All lines with the word "gauges" must be pulled from the entries below.

+++ EXERCISE INPUTS +++

"""Synthetic seas that teach and test: recipe -> plan -> members -> shards.

Each member draws its sea from its own seed, so the numbers are the same whatever the number of
workers, their order or the machine they run on.
"""

from __future__ import annotations

import json
from collections.abc import Callable
from functools import partial

import numpy as np
from scipy import fft

from forecaster.datatypes import Envelope
from forecaster.errors import InputError
from forecaster.settings import SeaRecipe, settings_to_table
from forecaster.storage import ShardFolder, sha256_of
from forecaster.waves.envelope import elevation_of
from forecaster.waves.hos import FullyNonlinearSea
from forecaster.waves.linear import GRAVITY
from forecaster.waves.propagate import ForwardRun
from forecaster.waves.spectrum import jonswap
from forecaster.waves.synthesis import random_envelope, random_surface

PEAK_PERIOD = 10.0  # s; deep-water seas scale, so one period stands for all
BAND = (0.4, 2.5)  # of the peak frequency: what a drawn sea holds
STEPS_PER_SAMPLE = 2  # of the fully nonlinear engine
MODES_PER_WAVELENGTH = 8
RAMP_PERIODS = 8.0
_SEA_FIELDS = (
    "engine", "root_seed", "gamma", "steepness", "second_system_share", "settling_periods",
    "duration_periods", "samples_per_period", "gauges", "gauge_spacing_wavelengths",
)  # fmt: skip


def plan_hash(recipe: SeaRecipe) -> str:
    """Hash of what decides the seas themselves: neither their number nor who looks at them."""
    table = settings_to_table(recipe)
    return sha256_of(json.dumps({name: table[name] for name in _SEA_FIELDS}).encode())


def member_generator(root_seed: int, member: int, *purpose: int) -> np.random.Generator:
    """The random numbers of one member, for one purpose (none: the sea itself)."""
    return np.random.default_rng(np.random.SeedSequence(root_seed, spawn_key=(member, *purpose)))


def draw_sea(recipe: SeaRecipe, generator) -> dict[str, float]:
    """Parameters of one sea: steepness kp Hs/2, peak enhancement, second system, settling.

    Uniform in steepness, log-uniform in gamma.  With the recipe's probability a second system
    holds part of the energy at a higher peak frequency.
    """
    steepness = generator.uniform(*recipe.steepness)
    gamma = np.exp(generator.uniform(*np.log(recipe.gamma)))
    settling = generator.uniform(*recipe.settling_periods)
    second = generator.uniform() < recipe.second_system_share
    share, ratio = generator.uniform(0.15, 0.5), generator.uniform(1.3, 1.9)
    return {
        "steepness": float(steepness),
        "gamma": float(gamma),
        "settling_periods": float(settling),
        "second_share": float(share) if second else 0.0,
        "second_frequency_ratio": float(ratio) if second else 1.0,
    }


def _density(sea: dict[str, float], hs: float):
    main = partial(jonswap, hs=hs, tp=PEAK_PERIOD, gamma=sea["gamma"])
    if sea["second_share"] == 0:
        return main
    other = partial(jonswap, hs=hs, tp=PEAK_PERIOD / sea["second_frequency_ratio"], gamma=2.0)
    share = sea["second_share"]
    return lambda frequency: (1 - share) * main(frequency) + share * other(frequency)


def simulate(recipe: SeaRecipe, member: int) -> dict[str, np.ndarray]:
    """Run one member of a recipe.

    Returns
    -------
    dict of arrays
        ``elevation`` (gauges, n) float32 [m], the gauges one spacing apart downwave; ``closed``,
        whether the line of gauges closes on itself; ``dt`` [s]; ``gauge_spacing`` [m]; the sea's
        parameters; and ``energy_kept``, the share of energy left at the end of what was left
        after settling (1 where the engine has no breaking).
    """
    generator = member_generator(recipe.root_seed, member)
    drawn = draw_sea(recipe, generator)
    kp = (2 * np.pi / PEAK_PERIOD) ** 2 / GRAVITY
    hs = 2 * drawn["steepness"] / kp
    spacing = recipe.gauge_spacing_wavelengths * 2 * np.pi / kp
    engine = _fully_nonlinear if recipe.engine == "hos" else _envelope_engine
    elevation, kept = engine(recipe, generator, drawn, hs, kp, spacing)
    return {
        "elevation": elevation.astype(np.float32),
        "closed": np.bool_(recipe.engine == "hos"),
        "dt": np.float64(PEAK_PERIOD / recipe.samples_per_period),
        "gauge_spacing": np.float64(spacing),
        "energy_kept": np.float64(kept),
        **{name: np.float64(value) for name, value in drawn.items()},
    }


def _fully_nonlinear(recipe, generator, drawn, hs, kp, spacing):
    sea = FullyNonlinearSea(
        recipe.gauges * spacing,
        peak_wavenumber=kp,
        modes=round(MODES_PER_WAVELENGTH * recipe.gauges * recipe.gauge_spacing_wavelengths),
    )
    band = (BAND[0] / PEAK_PERIOD, BAND[1] / PEAK_PERIOD)
    start = random_surface(sea, _density(drawn, hs), generator, hs=hs, band=band)
    step = PEAK_PERIOD / recipe.samples_per_period / STEPS_PER_SAMPLE
    _, settled = sea.march(
        start,
        step=step,
        samples=0,
        settle=round(drawn["settling_periods"] * PEAK_PERIOD / step),
        ramp=RAMP_PERIODS * PEAK_PERIOD,
    )
    elevation, end = sea.march(
        settled,
        step=step,
        samples=round(recipe.duration_periods * recipe.samples_per_period),
        steps_per_sample=STEPS_PER_SAMPLE,
        places=np.arange(recipe.gauges) * (sea.points // recipe.gauges),
    )
    return elevation.T, sea.energy(end) / sea.energy(settled)


def _envelope_engine(recipe, generator, drawn, hs, kp, spacing):
    """A time-periodic sea marched downwave; ageing is distance, 2 Tp a wavelength."""
    omega0 = 2 * np.pi / PEAK_PERIOD
    n = round(recipe.duration_periods * recipe.samples_per_period / 2)
    samples = 2 * n  # the envelope has every other sample
    dt = 2 * PEAK_PERIOD / recipe.samples_per_period
    duration = n * dt
    omega0 = 2 * np.pi / duration * round(omega0 * duration / (2 * np.pi))
    band = (BAND[0] / PEAK_PERIOD, BAND[1] / PEAK_PERIOD)
    values = random_envelope(
        _density(drawn, hs), generator, n=n, dt=dt, omega0=omega0, hs=hs, band=band
    )
    k0 = omega0**2 / GRAVITY
    run = ForwardRun(Envelope(values, dt, 0.0, omega0, k0), equation=recipe.engine)
    first = 0.5 * drawn["settling_periods"] * 2 * np.pi / kp
    rows = run.march(first + spacing * np.arange(recipe.gauges))
    elevation = np.empty((recipe.gauges, samples))
    offset = -2 * np.pi * fft.fftfreq(n, dt)
    for place, row in enumerate(rows):
        # from the moving frame back to one clock: the sea is periodic in time
        shifted = fft.ifft(fft.fft(row.values) * np.exp(1j * offset * row.start))
        still = Envelope(shifted, dt, 0.0, omega0, k0)
        elevation[place], _ = elevation_of(still, refine=2)
    return elevation, 1.0


def generate(
    recipe: SeaRecipe,
    folder,
    *,
    workers: int = 1,
    part: tuple[int, int] = (0, 1),
    progress: Callable[[int, int], None] = lambda done, total: None,
) -> ShardFolder:
    """Compute the members of a recipe that a folder does not hold yet.

    Parameters
    ----------
    recipe : SeaRecipe
    folder : path
        Of the shards; finished members are kept, so a stopped run goes on where it was.
    workers : int
        Processes.
    part : (i, n)
        Compute only members with number = i modulo n: several machines share a recipe.
    progress : callable
        Called with (members finished, members wanted) of this part.

    Raises
    ------
    InputError
        For a folder of another plan, or a part that is not i of n.
    """
    import joblib

    index, parts = part
    if not 0 <= index < parts:
        raise InputError(f"part must be i of n with 0 <= i < n, got {index} of {parts}")
    shards = ShardFolder(folder, plan_hash=plan_hash(recipe))
    wanted = range(index, recipe.members, parts)
    finished = shards.finished()
    missing = [member for member in wanted if member not in finished]
    done = len(wanted) - len(missing)
    progress(done, len(wanted))
    with joblib.parallel_config(backend="loky", inner_max_num_threads=1):
        results = joblib.Parallel(n_jobs=workers, return_as="generator_unordered")(
            joblib.delayed(_member)(recipe, member) for member in missing
        )
        for member, arrays in results:
            shards.write(member, arrays)
            done += 1
            progress(done, len(wanted))
    return shards


def _member(recipe, member):
    return member, simulate(recipe, member)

+++

**RESULT OF THIS TASK:**
    "duration_periods", "samples_per_period", "gauges", "gauge_spacing_wavelengths",
        ``elevation`` (gauges, n) float32 [m], the gauges one spacing apart downwave; ``closed``,
        whether the line of gauges closes on itself; ``dt`` [s]; ``gauge_spacing`` [m]; the sea's
        recipe.gauges * spacing,
        modes=round(MODES_PER_WAVELENGTH * recipe.gauges * recipe.gauge_spacing_wavelengths),
        places=np.arange(recipe.gauges) * (sea.points // recipe.gauges),
    rows = run.march(first + spacing * np.arange(recipe.gauges))
    elevation = np.empty((recipe.gauges, samples))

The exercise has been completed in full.